Figure 2
From: MTBP phosphorylation controls DNA replication origin firing

Phosphorylation of MTBP at checkpoint kinase consensus sites inhibits genome replication. (A) Domain architecture of human MTBP with mutated consensus phosphorylation sites for ATR/M (S/T-Q, red) (amino acids T687, S761, S827, S858) and Chk1/2 (R/K-x-x-S/T, blue) (amino acids T531, T577, S579, T611, S738, S755, T781, T804, S808, S846). *, reported phosphorylations (phospho-site.org). Mutations to aspartate (D) or alanine (A) introduced in MTBP are indicated by colour-coded dots: MTBP-14A/D, 14 ATR/M and Chk1/2 mutated; 4/3/1A/D, all four, three or one ATR/M site(s) mutated; 10A/D, Chk1/2 sites mutated. (B) Chk1 in vitro phosphorylation of MTBP. Recombinant 6His-Treslin/TICRR-1-1258-MTBP-Strep was incubated with Chk1 in the presence of γ‐32P‐ATP and DMSO or Chk1 inhibitor AZD7762 and detected by autoradiography.

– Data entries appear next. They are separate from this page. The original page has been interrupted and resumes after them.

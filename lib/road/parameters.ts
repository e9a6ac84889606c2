import { type Film } from './film';

export type Surface = 'asphalt' | 'concrete' | 'open-graded' | 'gravel' | 'paving';

/** How a road's film behaves. Every value is a default that an agency may change. */
export interface FilmParameters {
  /** liquid that the texture holds, mm */
  textureMm: number;
  /** time constant with which liquid above that runs off, min */
  drainMin: number;
  /** heat that reaches the film for melting, W/m² */
  meltFluxWPerM2: number;
  /** heat that leaves it for freezing, W/m²; Infinity lets a film freeze as soon as it can, the careful side */
  freezeFluxWPerM2: number;
  /** part of the salt lost per 1,000 vehicles, as the exponent k of exp(−k N) */
  lossPer1000Vehicles: { readonly wet: number; readonly moist: number; readonly dry: number };
  /** liquid at or above `wetFromMm` is wet, at or above `moistFromMm` moist, below it dry */
  wetFromMm: number;
  moistFromMm: number;
  /** what a plough leaves, mm of water */
  ploughResidualMm: number;
  /**
   * Water that leaves (negative: arrives) as vapour in a step, mm. Left out, nothing evaporates: a residue stays wet,
   * which is the careful side, until the energy balance supplies humidity and wind.
   */
  evaporationMm?: (film: Film, step: { tempC: number; durationMin: number }) => number;
}

/** kJ/kg, latent heat of fusion of water. */
export const LATENT_HEAT_KJ_PER_KG = 334;

const TEXTURE_MM: Readonly<Record<Surface, number>> = {
  asphalt: 0.5,
  concrete: 0.8,
  'open-graded': 0.8,
  gravel: 0.8,
  paving: 0.8,
};

/**
 * Defaults: texture 0.5 mm for dense asphalt and 0.8 mm for open or tined surfaces, drain 5–10 min, plough residual
 * 0.3 mm and 120 W/m² are common practice, no source; so are the traffic exponents 0.4 wet, 0.2 moist and 0.02 dry per
 * 1,000 vehicles, whose form (exponential in vehicles, faster when wetter) is published (Lysbakken and Norem 2008), and
 * the limits between wet, moist and dry.
 */
export function filmParametersFor(surface: Surface): FilmParameters {
  return {
    textureMm: TEXTURE_MM[surface],
    drainMin: 7.5,
    meltFluxWPerM2: 120,
    freezeFluxWPerM2: Infinity,
    lossPer1000Vehicles: { wet: 0.4, moist: 0.2, dry: 0.02 },
    wetFromMm: 0.1,
    moistFromMm: 0.02,
    ploughResidualMm: 0.3,
  };
}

Coomassie staining controlled loading (Load.); Rec., recombinant. (C) Flow cytometry density plots of HeLa Flip-In T-Rex cells expressing siMTBP-resistant C-terminally 3xFlag-TEV2-GFP-tagged MTBP-wild type (WT), MTBP-14D, MTBP-4D or no transgene, treated with control siRNA (siCtr) or siRNA against MTBP (siMTBP) and doxycycline, stained with anti-5 bromo-2′deoxyuridine (BrdU) after pulse-labelling and with propidium iodide (PI). Log./lin., logarithmic/linear scale; [AU], arbitrary units. MTBP-14D; MTBP-4D mutants, see A) (D,E) Quantification of replication activity (D) or cell cycle distribution (E) using BrdU-PI-flow cytometry as described in C. Error bars, SEM. n = 11 (no transgene); 9 (MTBP-WT); 8 (MTBP-14D); 3 (MTBP-14A); 8 (MTBP-4D); 5 (MTBP-4A); 3 (MTBP-10D); 4 (MTBP-3D); 3 (MTBP-1D); MTBP mutants: see A; significance tests: parametric, unpaired, two tailed student t-test. Significance tests in E) indicate differences in G2/M population distribution. (F) Whole cell lysates of stable cell lines described in C were analysed by immunoblotting using anti-MTBP (12H7), and Ponceau (Pon.) staining.